Some things to think about here are the number of conversions, average position, and impression share. You don’t want to adjust keywords that don’t have enough data, and you don’t want to continue to push keywords that are already at the top of the page. Automated bid rules are customizable so you can determine the conversion, average position, and impression share limits.

The upshot with automated marketing functions is that they’re very powerful and can save tons of time, but often have the potential to go haywire if they’re not properly set up. Use them wisely, and give yourself bandwidth to pursue more strategic initiatives which I’ll cover in future posts.

Smart bidding

Google’s smart bidding has come a long way since enhanced CPC was introduced a few years ago. Google has introduced other bidding strategies to include maximize clicks, target impression share, target CPA, target ROAS (Return on Ad-Spend), and maximize conversions.

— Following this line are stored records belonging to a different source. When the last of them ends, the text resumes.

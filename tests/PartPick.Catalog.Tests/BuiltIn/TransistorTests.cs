namespace PartPick.Catalog.Tests.BuiltIn;

public class TransistorTests
{
    // kT/q at 298.15 K: SI exact constants.
    private const double ThermalVolts = 25.692579e-3;

    private static TransistorPart[] All => [.. BuiltInParts.Catalog.Transistors];

    [Fact]
    public void Classes_reach_from_100_MHz_to_5_GHz() => Assert.Equal(
        [100e6, 250e6, 300e6, 600e6, 1e9, 2.5e9, 5e9], All.Select(part => part.TransitionFrequencyHz!.Value).Distinct().Order());

    [Fact]
    public void Transit_time_and_capacitances_give_the_transition_frequency() => Assert.All(All, part =>
    {
        // fT = 1 / (2π (τF + (Cje + Cµ) / gm)), the textbook relation, at 10 mA.
        double charging = (part.CjeFarads!.Value + part.CmuFarads!.Value) * ThermalVolts / 10e-3;
        double frequency = 1 / (2 * Math.PI * (part.TfSeconds!.Value + charging));
        Assert.InRange(frequency / part.TransitionFrequencyHz!.Value, 0.97, 1.03);
        Assert.True(part.TfSeconds > charging, part.Id);
    });

    [Fact]
    public void Faster_transistors_have_less_of_everything_that_slows() => Assert.All(
        All.OrderBy(part => part.TransitionFrequencyHz).Neighbours().Where(pair => pair.First.TransitionFrequencyHz >= 300e6
            && pair.First.TransitionFrequencyHz < pair.Second.TransitionFrequencyHz),
        pair => Assert.True(pair.Second.CjeFarads < pair.First.CjeFarads && pair.Second.CmuFarads < pair.First.CmuFarads
            && pair.Second.RbbOhms < pair.First.RbbOhms && pair.Second.VoltageMaxVolts <= pair.First.VoltageMaxVolts, pair.Second.Id));

    [Fact]
    public void Current_gain_has_a_range() => Assert.All(All, part =>
    {
        Assert.InRange(part.BetaMin!.Value, 40, 250);
        Assert.InRange(part.Beta / part.BetaMin.Value, 1.3, 2.5);
        Assert.InRange(part.BetaMax!.Value / part.Beta, 1.3, 2.5);
    });

    // A general-purpose NPN type registered with JEDEC, makers' tables: fT ≥ 300 MHz, Cob ≤ 4 pF, Cib ≤ 8 pF, hFE ≥ 70 at 1 mA,
    // 100 to 300 at 10 mA.
    [Theory]
    [InlineData("TR-GP-0300-A")]
    [InlineData("TR-GP-0300-B")]
    public void The_300_MHz_class_keeps_the_registered_limits(string id)
    {
        TransistorPart part = Assert.Single(All, part => part.Id == id);
        Assert.True(part is
        {
            TransitionFrequencyHz: >= 300e6, CmuFarads: <= 4.0001e-12, CjeFarads: <= 8.0001e-12, BetaMin: >= 70, BetaMax: <= 300,
        });
        Assert.Equal(Basis.Minimum, part.BasisOf("transitionFrequency"));
    }

    [Fact]
    public void Base_voltage_and_limits_are_plausible() => Assert.All(All, part =>
    {
        Assert.InRange(part.VbeVolts!.Value, 0.62, 0.70);
        Assert.InRange(part.CurrentMaxAmperes!.Value, 0.03, 0.5);
        Assert.InRange(part.VoltageMaxVolts!.Value, 10, 60);
        Assert.InRange(part.RbbOhms!.Value, 5, 200);
        Assert.True(part is { TemperatureMinCelsius: <= -40, TemperatureMaxCelsius: >= 125 });
    });

    [Fact]
    public void Limits_of_the_current_gain_carry_their_marks() => Assert.All(All, part =>
        Assert.Equal(
            (Basis.Minimum, Basis.Typical, Basis.Maximum), (part.BasisOf("betaMin"), part.BasisOf("beta"), part.BasisOf("betaMax"))));
}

With these bidding strategies Google will take into account device, location, time of day, remarketing and language when pushing out bids. Google does recommend these strategies for advertisers with at least 30 conversions in the past 30 days for target CPA and 50 conversions for target ROAS.

Automated bidding is something that is best A/B tested with campaign drafts and experiments to ensure that it is the best decision for your business. In some cases, there might not be enough data to make the most data-driven decision and other bidding methods might be better for your business.

Example of Google Smart Bidding

Scripts, excel tools and function, automated rules, automated bid rules, and smart bidding are a few ways that marketers can speed up their time spent on recurring analysis and focus more on strategic initiatives to help further grow accounts.

Before trying to attack all five of these tools at once, think about which tools will save you the most time and start there.

Try to start with automated strategy once a week, you’ll never know how much time you can save.

Lauren Crain is a Client Services Lead in 3Q Digital’s SMB division, 3Q Incubate.